### Work task
List every line in this data where the string "they" occurs.

### Data records
◇ ◇ ◇

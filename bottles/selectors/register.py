"""Read the register: one bottle with what is told of it, and lists of bottles."""

from __future__ import annotations

from django.db.models import Exists, OuterRef, Q, QuerySet

from bottles.models import Bottle, Condition, Custody, Ownership, Stamp, Standing, Tare
from shop.base.composed import composed
from shop.base.models import Place

STATES = [
    ("in", "in the shop"),
    ("waits", "waits for something"),
    ("out", "out"),
    ("stopped", "something is wrong with it"),
    ("unweighed", "never weighed"),
    ("incomplete", "to complete"),
    ("retired", "retired"),
]


def standing_of(bottle: Bottle) -> Standing:
    """The bottle's standing with all that its page shows; empty where nothing was told yet."""
    found: Standing = next(iter(_standing(bottle.pk)), None) or Standing(bottle=bottle)
    return found


def stamps_of(bottle: Bottle) -> list[Stamp]:
    """Every stamp ever read off it by kind, the latest first, struck ones among them."""
    order = [kind for kind, _ in Stamp.KINDS]
    return sorted(_stamps(bottle.pk), key=lambda stamp: order.index(stamp.kind))


@composed
def _standing(bottle: int) -> QuerySet[Standing]:
    return Standing.objects.filter(bottle=bottle).select_related(
        "ownership__customer", "custody__place", "custody__car", "tare", "weighing__scale"
    )


@composed
def _stamps(bottle: int) -> QuerySet[Stamp]:
    return Stamp.objects.filter(bottle=bottle).select_related("strike__act").order_by("-year", "-month", "-id")


@composed
def _conditions(bottle: int) -> QuerySet[Condition]:
    return Condition.objects.filter(bottle=bottle).select_related("end").order_by("end", "-seen_on", "-id")


def tares_of(bottle: Bottle) -> QuerySet[Tare]:
    """Its tares with their parts, the latest first."""
    return Tare.objects.filter(bottle=bottle).prefetch_related("parts").order_by("-since", "-id")


def conditions_of(bottle: Bottle) -> list[Condition]:
    """What was noted on it, open ones first, then the latest."""
    return _conditions(bottle.pk)


def owners_of(bottle: Bottle) -> QuerySet[Ownership]:
    """Whose it was, the latest first."""
    return Ownership.objects.filter(bottle=bottle).select_related("customer").order_by("-since", "-id")


def bottles_matching(
    *, text: str = "", owner: str = "", use: str = "", state: str = "", place: Place | None = None
) -> QuerySet[Bottle]:
    """The register in order of code, narrowed; retired ones only where they are asked for."""
    found = Bottle.objects.order_by("code")
    if text:
        found = found.filter(
            Q(code__icontains=text)
            | Q(serial__icontains=text)
            | Q(mark__icontains=text)
            | Q(maker__icontains=text)
            | Q(standing__ownership__customer__name__icontains=text)
            | Q(standing__custody__car__number__iexact=text)
        )
    if owner:
        found = found.filter(standing__ownership__kind=owner)
    if use:
        found = found.filter(use=use)
    if place:
        found = found.filter(standing__is_in=True, standing__custody__place=place)
    return _in_state(found.filter(retired_at__isnull=state != "retired"), state)


def with_open_condition(found: QuerySet[Bottle]) -> QuerySet[Bottle]:
    """The same, each told whether something is wrong with it, and whether it's condemned."""
    return found.annotate(is_stopped=Exists(_wrong()), is_condemned=Exists(_wrong().filter(code="condemned")))


def _wrong() -> QuerySet[Condition]:
    return Condition.objects.filter(bottle=OuterRef("pk"), end__isnull=True)


def _in_state(found: QuerySet[Bottle], state: str) -> QuerySet[Bottle]:
    if state == "in":
        return found.filter(standing__is_in=True)
    if state == "waits":
        return found.filter(standing__waits=True)
    if state == "out":
        return found.filter(standing__is_in=False)
    if state == "unweighed":
        return found.filter(standing__weighing__isnull=True)
    if state == "stopped":
        return found.filter(Exists(_wrong()))
    if state == "incomplete":
        tested = Stamp.objects.filter(bottle=OuterRef("pk"), kind="test", strike__isnull=True)
        return found.filter(
            Q(serial="") | Q(mark="") | Q(capacity_ml__isnull=True) | Q(standing__tare__isnull=True) | ~Exists(tested)
        )
    return found


def where_words(custody: Custody | None) -> str:
    """Where it is and with whom, in words."""
    if custody is None:
        return "never checked in"
    if custody.is_in:
        return str(custody.place)
    if custody.car:
        return f"on {custody.car}"
    with_whom = f", {custody.with_whom}" if custody.with_whom else ""
    return f"{custody.get_kind_display()}{with_whom}"


def owner_words(ownership: Ownership | None) -> str:
    """Whose it is, in words."""
    if ownership is None:
        return "owner not known"
    if ownership.kind == "customer":
        return str(ownership.customer)
    return ownership.supplier if ownership.kind == "supplier" else "the shop"
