"""Bottles that may be the same one, told twice."""

from __future__ import annotations

from dataclasses import dataclass

from bottles.models import Bottle
from bottles.rules.marks import read_mark


@dataclass(frozen=True, slots=True)
class Twins:
    """Those with the same maker, mark and serial number; and those of which not all is known."""

    same: Bottle | None
    perhaps: Bottle | None


def twins_of(*, maker: str, mark: str, serial: str, but: int | None = None) -> Twins:
    """Look for a bottle told twice: capitals don't count, nor how a mark is spaced.

    A maker or a mark that isn't known on one side may be the same; then only a person can tell.
    """
    if not serial:
        return Twins(None, None)
    same = perhaps = None
    for other in Bottle.objects.filter(serial__iexact=serial).order_by("pk"):
        if other.pk == but:
            continue
        makers = _alike(maker, other.maker)
        marks = _alike(mark, other.mark) or _read_alike(mark, other.mark)
        if makers and marks:
            same = same or other
        elif (makers or not maker or not other.maker) and (marks or not mark or not other.mark):
            perhaps = perhaps or other
    return Twins(same, perhaps)


def _alike(one: str, other: str) -> bool:
    return one.casefold() == other.casefold()


def _read_alike(one: str, other: str) -> bool:
    first, second = read_mark(one), read_mark(other)
    told = (first.spec, first.service, first.test_pressure)
    return first.spec is not None and told == (second.spec, second.service, second.test_pressure)
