"""Gather what the register knows of bottles into the facts that the rules judge.

A fixed number of queries, however many bottles. What nobody recorded stays None: the rules
ask for it, they never assume it.
"""

from __future__ import annotations

from collections import defaultdict
from collections.abc import Collection, Iterable, Mapping, Sequence
from dataclasses import dataclass, field
from typing import Any, NamedTuple

from django.db.models import QuerySet

from bottles.models import Bottle, Condition, Custody, Refill, RefillCheck, Stamp, Standing
from bottles.rules.facts import Condition as Noted
from bottles.rules.facts import Contents, Facts, Permit
from bottles.rules.marks import read_mark
from bottles.rules.stamps import DateStamp
from shop.base.composed import composed
from shop.people.models import Consent
from shop.rules.month import Month

CONDEMNED = "condemned"
WITHOUT_PRESSURE = "without pressure"
HELD: dict[str, Contents] = {"nitrous": "nitrous oxide", "new": "nothing yet", "other": "other", "unknown": "unknown"}


class _Stamped(NamedTuple):
    """The columns of a stamp that are judged: a row without a model, as many are read at once."""

    id: int
    kind: str
    typed: str
    year: int
    month: int | None
    star: bool
    plus: bool
    facility: str


@dataclass(slots=True)
class _Rows:
    """What the tables hold of one bottle."""

    standing: Standing | None = None
    stamps: list[_Stamped] = field(default_factory=list)
    conditions: list[Noted] = field(default_factory=list)
    consent: bool | None = None
    open_refill: bool = False
    came_back: Any = None  # when it last came in after having been out
    left: Any = None  # when it last went out
    stars: list[bool] = field(default_factory=list)  # of each refill: were the star's checks done


def facts_of(
    bottles: Sequence[Bottle], *, star_items: Collection[str] = (), standings: Mapping[int, Standing] | None = None
) -> dict[int, Facts]:
    """Return the facts of each bottle by key; `star_items` are the look's items that a star asks for.

    Whoever has just read the bottles' standings, with ownership and weighing, hands them over.
    """
    keys = [bottle.pk for bottle in bottles]
    if standings is None:
        standings = Standing.objects.select_related("ownership", "weighing").in_bulk(keys)
    rows = _read(keys, standings, star_items)
    return {bottle.pk: _facts(bottle, rows[bottle.pk]) for bottle in bottles}


def _read(keys: list[int], standings: Mapping[int, Standing], star_items: Collection[str]) -> dict[int, _Rows]:
    found: dict[int, _Rows] = {key: _Rows(standings.get(key)) for key in keys}
    for key, *columns in _stamps(keys):
        found[key].stamps.append(_Stamped(*columns))
    for key, code, seen_on in _conditions(keys):
        found[key].conditions.append(Noted(code, seen_on))
    for key in _open_refills(keys):
        found[key].open_refill = True
    _read_journeys(found)
    _read_consents(found)
    _read_stars(found, star_items)
    return found


@composed
def _stamps(keys: Iterable[int]) -> QuerySet[Any]:
    stamps = Stamp.objects.filter(bottle__in=keys, strike__isnull=True).order_by("id")
    return stamps.values_list("bottle_id", *_Stamped._fields)


@composed
def _conditions(keys: Iterable[int]) -> QuerySet[Any]:
    conditions = Condition.objects.filter(bottle__in=keys, end__isnull=True).order_by("id")
    return conditions.values_list("bottle_id", "code", "seen_on")


@composed
def _open_refills(keys: Iterable[int]) -> QuerySet[Any]:
    return Refill.objects.filter(bottle__in=keys, closed_at__isnull=True).values_list("bottle_id", flat=True)


@composed
def _journeys(keys: Iterable[int]) -> QuerySet[Any]:
    journeys = Custody.objects.filter(bottle__in=keys).exclude(kind="moved").order_by("happened_at", "id")
    return journeys.values_list("bottle_id", "kind", "happened_at")


@composed
def _consents(customers: Iterable[int]) -> QuerySet[Any]:
    consents = Consent.objects.filter(customer__in=customers, purpose="fill").order_by("on", "id")
    return consents.values_list("customer_id", "given")


def _read_journeys(found: dict[int, _Rows]) -> None:
    """When each bottle last left, and last came back: a weight from before that is stale."""
    out: set[int] = set()
    for key, kind, at in _journeys(found.keys()):
        if kind == "in":
            if key in out:
                found[key].came_back = at
                out.discard(key)
        else:
            found[key].left = at
            out.add(key)


def _read_consents(found: dict[int, _Rows]) -> None:
    owners: dict[int, list[_Rows]] = defaultdict(list)
    for rows in found.values():
        ownership = rows.standing.ownership if rows.standing else None
        if ownership and ownership.customer_id:
            owners[ownership.customer_id].append(rows)
    for customer, given in _consents(owners.keys()) if owners else ():
        for rows in owners[customer]:
            rows.consent = given


def _read_stars(found: dict[int, _Rows], star_items: Collection[str]) -> None:
    """For each refill of a star-stamped bottle since that stamp: whether the star's checks were done."""
    starred = {
        key: max(stamp.id for stamp in rows.stamps if stamp.star)
        for key, rows in found.items()
        if any(stamp.star and stamp.kind == "test" for stamp in rows.stamps)
    }
    if not starred or not star_items:
        return
    done: dict[int, set[str]] = defaultdict(set)
    checks = RefillCheck.objects.filter(refill__bottle__in=starred, item__in=star_items, passed=True)
    for key, item in checks.values_list("refill_id", "item"):
        done[key].add(item)
    since = {stamp.id: stamp for rows in found.values() for stamp in rows.stamps}
    for refill in Refill.objects.filter(bottle__in=starred).exclude(ended_by="abandoned").order_by("id"):
        stamp = since[starred[refill.bottle_id]]
        opened = refill.opened_at
        if (opened.year, opened.month) >= (stamp.year, stamp.month or 1):
            found[refill.bottle_id].stars.append(done[refill.pk] >= set(star_items))


def _facts(bottle: Bottle, rows: _Rows) -> Facts:
    standing = rows.standing
    codes = {condition.code for condition in rows.conditions}
    made = [stamp for stamp in rows.stamps if stamp.kind == "made"]
    tests = [stamp for stamp in rows.stamps if stamp.kind == "test"]
    ownership = standing.ownership if standing else None
    net, error = _weighed(rows)
    return Facts(
        mark=read_mark(bottle.mark) if bottle.mark else None,
        wall=None if bottle.wall == "unknown" else bottle.wall,  # type: ignore[arg-type]
        made=_date_stamp(made[-1]) if made else None,
        tests=tuple(_date_stamp(stamp) for stamp in tests) if tests or made else None,
        star_kept=all(rows.stars) if rows.stars else None,
        service_life_end=min(_months(rows.stamps, "end"), default=None),
        permit=_permit(bottle),
        marks_legible=bool(bottle.mark and bottle.serial),
        alloy_6351=("6351" in bottle.alloy) if bottle.alloy else None,
        capacity_ml=bottle.capacity_ml,
        capacity_basis="computed" if bottle.capacity_basis == "inferred" else "entered",
        tare_known=bool(standing and standing.tare_id),
        charge_g=bottle.charge_g,
        own_limit_g=bottle.own_limit_g,
        net_g=net,
        net_plus_minus_g=error,
        contents=_contents(bottle, standing),
        owner=ownership.kind if ownership else None,  # type: ignore[arg-type]
        consent=rows.consent,
        condemned=CONDEMNED in codes or bottle.retired_at is not None,
        conditions=tuple(condition for condition in rows.conditions if condition.code != CONDEMNED),
        pressure_kept=_pressure_kept(codes, net, error),
        in_open_refill=rows.open_refill,
        visual=max(_months(rows.stamps, "visual"), default=None),
        disc=max(_months(rows.stamps, "disc"), default=None),
    )


def _weighed(rows: _Rows) -> tuple[int | None, int]:
    """The last weight that still holds: none from before the bottle was out."""
    weighing = rows.standing.weighing if rows.standing else None
    if weighing is None:
        return None, 0
    gone = max((at for at in (rows.left, rows.came_back) if at is not None), default=None)
    if gone is not None and weighing.happened_at < gone:
        return None, 0
    return weighing.net_g, weighing.error_g


def _contents(bottle: Bottle, standing: Standing | None) -> Contents | None:
    """What it last held: our own record once it was weighed here, else what was said of it."""
    if bottle.last_held in ("other", "unknown"):
        return HELD[bottle.last_held]
    if standing and standing.weighing and standing.weighing.net_g > standing.weighing.error_g:
        return "nitrous oxide"
    return HELD.get(bottle.last_held)


def _pressure_kept(codes: set[str], net: int | None, error: int) -> bool | None:
    """Nitrous on the scale is pressure in the bottle; an empty one has to be looked at."""
    if WITHOUT_PRESSURE in codes:
        return False
    return True if net is not None and net > error else None


def _permit(bottle: Bottle) -> Permit | None:
    if not bottle.permit:
        return None
    return Permit(
        lists_nitrous=bottle.permit_lists_nitrous, expires=bottle.permit_until, charge_g=bottle.permit_charge_g
    )


def _months(stamps: Iterable[_Stamped], kind: str) -> list[Month]:
    return [_date_stamp(stamp).at for stamp in stamps if stamp.kind == kind]


def _date_stamp(stamp: _Stamped) -> DateStamp:
    """Return a stamp's row as the rules take it."""
    return DateStamp(
        typed=stamp.typed, year=stamp.year, month=stamp.month, star=stamp.star, plus=stamp.plus,
        facility=stamp.facility or None,
    )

◇ ◇ ◇

### Response below
    """The register in order of code, narrowed; retired ones only where they are asked for."""
ask for it, they never assume it.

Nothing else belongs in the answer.